To execute multiple bash commands, the only modification we need to make
is use a Python multiline string (begin and end with '''
)
One important addition we should be aware of is the &&
operator.
&&
is a bash operator that runs commands as part of a chain.
If the first command fails, the remaining steps are not run.

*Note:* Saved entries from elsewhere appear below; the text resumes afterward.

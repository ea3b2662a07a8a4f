using OrderUnfold.Instruments;

namespace OrderUnfold.Inversion;
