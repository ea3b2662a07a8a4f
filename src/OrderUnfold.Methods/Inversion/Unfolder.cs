using OrderUnfold.Calibration;
using OrderUnfold.Instruments;

namespace OrderUnfold.Inversion;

This is more forgiving than bash’s default “hit an error and keep going”
behavior.
After all, if the first command failed,
it’s unlikely the other steps will work.
# count words in one of our "books"
rule count_words:
input:
wc='wordcount.py',
book='books/{file}.txt'
output: 'dats/{file}.dat'
threads: 4
shell:
'''
echo "Running {input.wc} with {threads} cores on {input.book}." &&
python {input.wc} {input.book} {output}
'''
Managing other types of resources
Not all compute resources are CPUs.
Examples might include limited amounts of RAM, number of GPUs, database locks,
or perhaps we simply don’t want multiple processes writing to the same file at
once.
All non-CPU resources are handled using the resources
keyword.
For our example, let’s pretend that creating a plot with plotcount.py
requires dedicated access to a GPU (it doesn’t),
and only one GPU is available.
How do we indicate this to Snakemake so that it knows to give dedicated access
to a GPU for rules that need it?
Let’s modify the make_plot
rule as an example:
# create a plot for each book
rule make_plot:
input:
plotcount='plotcount.py',
book='dats/{file}.dat'
output: 'plots/{file}.png'
resources: gpu=1
shell: 'python {input.plotcount} {input.book} {output}'
We can execute our pipeline using the following (using 8 cores and 1 gpu):
$ snakemake clean
$ snakemake -j 8 --resources gpu=1
Provided cores: 8
Rules claiming more threads will be scaled down.
Provided resources: gpu=1
# other output removed for brevity
Resources are entirely arbitrary — like wildcards,
they can be named anything.
Snakemake knows nothing about them aside from the fact that they have a name
and a value.
In this case gpu
indicates simply that there is a resource called gpu
used
by make_plot
.
We provided 1 gpu
to the workflow,
and the gpu
is considered in use as long as the rule is running.
Once the make_plot
rule completes,
the gpu
it consumed is added back to the pool of available gpu
s.
To be extra clear: gpu
in this case does not actually represent a GPU,
it is an arbitrary limit used to prevent multiple tasks that use a gpu
from
executing at the same time.
But what happens if we run our pipeline without specifying the number of GPUs?
$ snakemake clean
$ snakemake -j 8
Provided cores: 8
Rules claiming more threads will be scaled down.
Unlimited resources: gpu
If you have specified that a rule needs a certain resource, but do not specify how many you have, Snakemake will assume that the resources in question are unlimited.
Other uses for
resources
Resources do not have to correspond to actual compute resources. Perhaps one rule is particularly I/O heavy, and it’s best if only a limited number of these jobs run at a time. Or maybe a type of rule uses a lot of network bandwidth as it downloads data. In all of these cases,
resources
can be used to constrain access to arbitrary compute resources so that each rule can run at it’s most efficient. Snakemake will run your rules in such a way as to maximise throughput given your resource constraints.
Key Points
Use
threads
to indicate the number of cores used by a rule.Resources are arbitrary and can be used for anything.
The
&&
operator is a useful tool when chaining bash commands.